Ich brauch dringend eure Hilfe.
Ich möchte gerne aus ein paar Bildern und ein bisschen Text
mit Apache FOP ein PDF generieren.

Könnt ihr mir vielleicht sagen, welche grundlegenden XSL-Tags
ich da benötige und wo ich vielleicht ein gutes Tutorial finde?

Bitte. Danke schonmal.

mfg


----------



## SnooP (26. Apr 2007)

Na klaro  - bzw. joah... - möchtest du statischen Inhalt ins pdf schreiben oder hast du dynamischen Inhalt?

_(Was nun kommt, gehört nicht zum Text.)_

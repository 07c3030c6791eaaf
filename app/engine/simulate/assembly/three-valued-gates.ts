import { gates, masks, nNets, pins, values } from './memory'
import { AND_2, AND_N, SOURCE, XOR_2 } from './two-valued-gates'
import { PLANE_BYTES, PLANE_SHIFT, WIDE, none } from './plane'

/**
 * Three-valued gates (Kleene): a net has two planes, "known 1" and "known 0", one after the other; where both are 0 it
 * is X. Inverting a net is reading or writing its planes the other way round, so OR is AND on swapped planes.
 */
export const NET_SHIFT: i32 = PLANE_SHIFT + 1

/** Offset of the plane that an AND reads as "known 1" of its inputs, or writes of its output. */
// @ts-ignore: decorator
@inline
export function truthOfInputs(op: u32): usize {
  return <usize>(op & 1) << PLANE_SHIFT
}

// @ts-ignore: decorator
@inline
export function truthOfOutput(op: u32): usize {
  return <usize>(op & 2) << (PLANE_SHIFT - 1)
}

// @ts-ignore: decorator
@inline
export function netValue(slot: u32): usize {
  return values + (<usize>slot << NET_SHIFT)
}

// @ts-ignore: decorator
@inline
function evaluateLane(record: usize, op: u32, to: usize, lane: usize): void {
  const kind = op >> 2
  let one: v128
  let zero: v128
  if (kind <= XOR_2) {
    const a = netValue(load<u32>(record, 4)) + lane
    const b = netValue(load<u32>(record, 8)) + lane
    if (kind <= AND_2) {
      const truth = truthOfInputs(op)
      one = v128.and(v128.load(a + truth), v128.load(b + truth))
      zero = v128.or(v128.load(a + (truth ^ PLANE_BYTES)), v128.load(b + (truth ^ PLANE_BYTES)))
    } else {
      const a1 = v128.load(a)
      const a0 = v128.load(a + PLANE_BYTES)
      const b1 = v128.load(b)
      const b0 = v128.load(b + PLANE_BYTES)
      one = v128.or(v128.and(a1, b0), v128.and(a0, b1))
      zero = v128.or(v128.and(a1, b1), v128.and(a0, b0))
    }
  } else {
    let pin = pins + (<usize>load<u32>(record, 4) << 2)
    const end = pin + (<usize>load<u32>(record, 8) << 2)
    const truth = kind == AND_N ? truthOfInputs(op) : 0
    const firstValue = netValue(load<u32>(pin) >> 1) + lane
    one = v128.load(firstValue + truth)
    zero = v128.load(firstValue + (truth ^ PLANE_BYTES))
    for (pin += 4; pin < end; pin += 4) {
      const value = netValue(load<u32>(pin) >> 1) + lane
      const b1 = v128.load(value + truth)
      const b0 = v128.load(value + (truth ^ PLANE_BYTES))
      if (kind == AND_N) {
        one = v128.and(one, b1)
        zero = v128.or(zero, b0)
      } else {
        const odd = v128.or(v128.and(one, b0), v128.and(zero, b1))
        zero = v128.or(v128.and(one, b1), v128.and(zero, b0))
        one = odd
      }
    }
  }
  const out = truthOfOutput(op)
  v128.store(to + lane + out, one)
  v128.store(to + lane + (out ^ PLANE_BYTES), zero)
}

/** Writes both planes of a gate's output, computed from its inputs, to `to`. */
// @ts-ignore: decorator
@inline
export function evaluateGate(record: usize, op: u32, to: usize): void {
  evaluateLane(record, op, to, 0)
  evaluateLane(record, op, to, 16)
  if (WIDE) {
    evaluateLane(record, op, to, 32)
    evaluateLane(record, op, to, 48)
  }
}

/** Computes the fault-free values of all gates, three-valued, in the order of the nets. */
export function evaluateGoodThreeValued(): void {
  let record = gates
  for (let slot: u32 = 0; slot < nNets; slot++, record += 16) {
    const op = load<u32>(record)
    if (op >> 2 != SOURCE) evaluateGate(record, op, netValue(slot))
  }
}
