/** Returns round values, each a multiple of 1, 2 or 5 × 10ⁿ, inside a range: as many as fit without passing `most`. */
export function niceTicks(from: number, to: number, most: number): number[] {
  if (!(to > from) || most < 1) return []
  const step = niceStep((to - from) / most)
  const first = Math.ceil(from / step - 1e-9)
  const last = Math.floor(to / step + 1e-9)
  // Multiples are divided where the step is a fraction: 3 × 0.1 would not be 0.3.
  const inverse = Math.round(1 / step)
  return Array.from({ length: Math.max(0, last - first + 1) }, (_, index) =>
    step < 1 ? (first + index) / inverse : (first + index) * step,
  )
}

/** The digits after the point that tell ticks apart. */
export function tickDigits(ticks: readonly number[]): number {
  const [first = 0, second = first + 1] = ticks
  return Math.max(0, -Math.floor(Math.log10(Math.abs(second - first)) + 1e-9))
}

function niceStep(atLeast: number): number {
  const power = 10 ** Math.floor(Math.log10(atLeast))
  const factor = [1, 2, 5, 10].find((each) => each * power >= atLeast * (1 - 1e-9)) ?? 10
  return factor * power
}
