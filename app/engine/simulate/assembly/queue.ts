import { fanouts, queue, summary } from './memory'

/** Pending gates as a bit set of two levels: a bit a gate, and a bit for each word of 64 gates that has any. */

/** Adds the fan-outs of the gate with that record; returns how many were not pending yet. */
// @ts-ignore: decorator
@inline
export function pushFanouts(record: usize, bits: usize, words: usize): i32 {
  const end = fanouts + (<usize>load<u32>(record, 28) << 2)
  let added = 0
  for (let at = fanouts + (<usize>load<u32>(record, 12) << 2); at < end; at += 4) {
    const gate = load<u32>(at)
    const word = bits + (<usize>(gate >> 6) << 3)
    const before = load<u64>(word)
    const bit = (<u64>1) << (gate & 63)
    added += i32((before & bit) == 0)
    store<u64>(word, before | bit)
    const above = words + (<usize>(gate >> 12) << 3)
    store<u64>(above, load<u64>(above) | ((<u64>1) << ((gate >> 6) & 63)))
  }
  return added
}

/** Takes the first pending gate at or after `from`; there must be one. */
// @ts-ignore: decorator
@inline
export function takeNext(from: u32, bits: usize, words: usize): u32 {
  let word = from >> 6
  let pending = load<u64>(bits + (<usize>word << 3))
  if (pending == 0) {
    let above = word >> 6
    let group = load<u64>(words + (<usize>above << 3))
    while (group == 0) group = load<u64>(words + (<usize>++above << 3))
    word = (above << 6) + <u32>ctz(group)
    pending = load<u64>(bits + (<usize>word << 3))
  }
  const rest = pending & (pending - 1)
  store<u64>(bits + (<usize>word << 3), rest)
  if (rest == 0) {
    const above = words + (<usize>(word >> 6) << 3)
    store<u64>(above, load<u64>(above) & ~((<u64>1) << (word & 63)))
  }
  return (word << 6) + <u32>ctz(pending)
}

/** Forgets what is pending, as far as the summary knows of it. */
export function emptyQueue(from: u32, pending: i32): void {
  let at = from
  for (let left = pending; left > 0; left--) at = takeNext(at, queue, summary)
}
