/** Where the tables lie: byte addresses, read once from the headers that the packer writes. */

/** Grows with every change of tables or headers, so that a driver refuses a kernel of another build. */
const LAYOUT_VERSION: u32 = 5

export function layoutVersion(): u32 {
  return LAYOUT_VERSION
}

export let nTaps: u32 = 0
export let nConstants: u32 = 0
export let nInputRows: u32 = 0
export let nResponseRows: u32 = 0
export let nWatches: u32 = 0
/** Bytes of one row of the pattern planes, and of one row of the detection matrix. */
export let rowBytes: u32 = 0
/** 1 where a source of X drives a net that matters, so that every block is three-valued. */
export let unknownDrivers: u32 = 0

export let gates: usize = 0
export let inputs: usize = 0
export let sites: usize = 0
export let pins: usize = 0
export let pinClasses: usize = 0
export let fanouts: usize = 0
export let watchSlots: usize = 0
export let watchRowStart: usize = 0
export let watchRows: usize = 0
export let regions: usize = 0
export let taps: usize = 0
export let masks: usize = 0
export let constants: usize = 0
export let inputSlots: usize = 0
/** Pattern planes, row-major; 0 where the set has none of that kind. */
export let patternValues: usize = 0
export let patternUnknowns: usize = 0
export let patternObserved: usize = 0
/** One row: the patterns that count for coverage. */
export let counted: usize = 0
/** Which pattern detects which class, a row of patterns a row of the matrix; 0 where not asked for. */
export let matrix: usize = 0
/** The matrix row of each class. */
export let matrixRows: usize = 0

export let values: usize = 0
export let observability: usize = 0
export let effects: usize = 0
export let known: usize = 0
export let knownPass: usize = 0
export let settled: usize = 0
export let queue: usize = 0
export let summary: usize = 0
export let undo: usize = 0
export let candidates: usize = 0
export let watchMasks: usize = 0
export let rowMasks: usize = 0
export let valid: usize = 0
export let scratch: usize = 0
export let first: usize = 0
export let detections: usize = 0
export let possibly: usize = 0
/** What one block detects, in the order in which it is found; 0 where not asked for. */
export let hardClasses: usize = 0
export let hardPlanes: usize = 0
export let easyClasses: usize = 0
export let easyCounts: usize = 0

let cursor: usize = 0

function next(): u32 {
  cursor += 4
  return load<u32>(cursor - 4)
}

/** Points the tables at one circuit's memory and at one thread's own part of it. */
export function attach(shared: usize, own: usize): void {
  cursor = shared
  nTaps = next()
  nConstants = next()
  nInputRows = next()
  nResponseRows = next()
  nWatches = next()
  rowBytes = next()
  unknownDrivers = next()
  gates = next()
  inputs = next()
  sites = next()
  pins = next()
  pinClasses = next()
  fanouts = next()
  watchSlots = next()
  watchRowStart = next()
  watchRows = next()
  regions = next()
  taps = next()
  masks = next()
  constants = next()
  inputSlots = next()
  patternValues = next()
  patternUnknowns = next()
  patternObserved = next()
  counted = next()
  matrix = next()
  matrixRows = next()

  cursor = own
  values = next()
  observability = next()
  effects = next()
  known = next()
  knownPass = next()
  settled = next()
  queue = next()
  summary = next()
  undo = next()
  candidates = next()
  watchMasks = next()
  rowMasks = next()
  valid = next()
  scratch = next()
  first = next()
  detections = next()
  possibly = next()
  hardClasses = next()
  hardPlanes = next()
  easyClasses = next()
  easyCounts = next()
}
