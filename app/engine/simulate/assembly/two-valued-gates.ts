import { gates, inputs, masks, values } from './memory'
import { PLANE_BYTES, PLANE_SHIFT } from './plane'

/**
 * A gate's record: 16 bytes. The first word holds its operation: inversions of the first input, of the second and of the
 * output in bits 0 to 2, the class from bit 3, and from bit 8 how the net is observed. OR is AND with inputs and output
 * inverted. Then come the slots of its two inputs, or the start and the number of its inputs in the table of listed ones
 * (slot << 1 | inverted), and where its fan-outs start.
 */
export const SOURCE: u32 = 0
/** Buffers and inverters: an AND whose two inputs are the same. */
export const ONE_INPUT: u32 = 1
export const AND_2: u32 = 2
export const XOR_2: u32 = 3
export const AND_N: u32 = 4
export const XOR_N: u32 = 5

// @ts-ignore: decorator
@inline
export function classOf(op: u32): u32 {
  return (op >> 3) & 7
}

/** Vectors of all 0 or all 1 for the inversions of an operation: first input, second, output. */
// @ts-ignore: decorator
@inline
export function inversions(op: u32): usize {
  return masks + <usize>(op & 7) * 48
}

// @ts-ignore: decorator
@inline
export function and2(a: usize, b: usize, aInverts: v128, bInverts: v128, inverts: v128, lane: usize): v128 {
  return v128.xor(v128.and(v128.xor(v128.load(a + lane), aInverts), v128.xor(v128.load(b + lane), bInverts)), inverts)
}

// @ts-ignore: decorator
@inline
export function xor2(a: usize, b: usize, inverts: v128, lane: usize): v128 {
  return v128.xor(v128.xor(v128.load(a + lane), v128.load(b + lane)), inverts)
}

// @ts-ignore: decorator
@inline
function listedInput(input: usize, lane: usize): v128 {
  const entry = load<u32>(input)
  return v128.xor(
    v128.load(values + (<usize>(entry >> 1) << PLANE_SHIFT) + lane),
    i32x4.splat(-<i32>(entry & 1)),
  )
}

/** One lane of an AND of the inputs listed from `input` to `end`. */
// @ts-ignore: decorator
@inline
export function andN(input: usize, end: usize, inverts: v128, lane: usize): v128 {
  let all = listedInput(input, lane)
  for (let next = input + 4; next < end; next += 4) all = v128.and(all, listedInput(next, lane))
  return v128.xor(all, inverts)
}

// @ts-ignore: decorator
@inline
export function xorN(input: usize, end: usize, inverts: v128, lane: usize): v128 {
  let odd = inverts
  for (let next = input; next < end; next += 4) odd = v128.xor(odd, listedInput(next, lane))
  return odd
}

/** Computes the fault-free values of the gates among nets `start` to `stop` − 1, two-valued. */
export function evaluateGoodTwoValued(start: u32, stop: u32): void {
  const base = values
  let record = gates + (<usize>start << 4)
  let to = base + (<usize>start << PLANE_SHIFT)
  const end = gates + (<usize>stop << 4)
  for (; record < end; record += 16, to += PLANE_BYTES) {
    const op = load<u32>(record)
    const kind = classOf(op)
    if (kind == SOURCE) continue
    const inverts = v128.load(inversions(op), 32)
    if (kind <= XOR_2) {
      const a = base + (<usize>load<u32>(record, 4) << PLANE_SHIFT)
      const b = base + (<usize>load<u32>(record, 8) << PLANE_SHIFT)
      if (kind <= AND_2) {
        const aInverts = v128.load(inversions(op), 0)
        const bInverts = v128.load(inversions(op), 16)
        v128.store(to, and2(a, b, aInverts, bInverts, inverts, 0), 0)
        v128.store(to, and2(a, b, aInverts, bInverts, inverts, 16), 16)
        v128.store(to, and2(a, b, aInverts, bInverts, inverts, 32), 32)
        v128.store(to, and2(a, b, aInverts, bInverts, inverts, 48), 48)
      } else {
        v128.store(to, xor2(a, b, inverts, 0), 0)
        v128.store(to, xor2(a, b, inverts, 16), 16)
        v128.store(to, xor2(a, b, inverts, 32), 32)
        v128.store(to, xor2(a, b, inverts, 48), 48)
      }
    } else {
      const input = inputs + (<usize>load<u32>(record, 4) << 2)
      const end = input + (<usize>load<u32>(record, 8) << 2)
      if (kind == AND_N) {
        v128.store(to, andN(input, end, inverts, 0), 0)
        v128.store(to, andN(input, end, inverts, 16), 16)
        v128.store(to, andN(input, end, inverts, 32), 32)
        v128.store(to, andN(input, end, inverts, 48), 48)
      } else {
        v128.store(to, xorN(input, end, inverts, 0), 0)
        v128.store(to, xorN(input, end, inverts, 16), 16)
        v128.store(to, xorN(input, end, inverts, 32), 32)
        v128.store(to, xorN(input, end, inverts, 48), 48)
      }
    }
  }
}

Denn wenn statisch, dann brauchst du im Prinzip kein xslt fürs Transformieren - dann kann man die FO-Datei direkt an den Parser geben bzw. an den Transformer der dann nix tut und entsprechend per fop einen Ausgabestream erzeugt, der z.B. von einem PDFRenderer erstellt wurde...

wenn man keine wahnsinnig dollen Transformationen machen will, könnte es evtl. vorteilhaft sein die Templates nicht mit xslt zu transformieren sondern z.B. Velocity zu verwenden - das finde ich persönlich wesentlich einfacher, da packt man die dynamischen Variablen in einen Context java-seitig und schreibt in dem fo-dokument nur an die jeweilige Stelle $variable und der Platzhalter wird entsprechend durch die VelocityEngine ersetzt...

Tutorials:
für FO: http://www.w3schools.com/xslfo/default.asp

außerdem natürlich die Beispiel fos bei der apache-fop seite...


Tutorials:


----------



## harry (27. Apr 2007)

Eigentlich statischen und dynamischen Inhalt.
Aber zunächs nur statische Daten aus der Datenbank.


----------



## SnooP (27. Apr 2007)

Dann wie gesagt würde ich Velocity mit FO(P) vorziehen... der context für die velocity-fo-templates kann dann schön java-seitig zusammengestellt werden... das läuft ganz prima und FO ist jetzt nicht die Welt... - bei FOP muss man ein wenig gucken wie man das machen kann... - ich kann da aber gerne noch mal was posten - allerdings steht dazu auf der offiziellen fop seite auch viel...


----------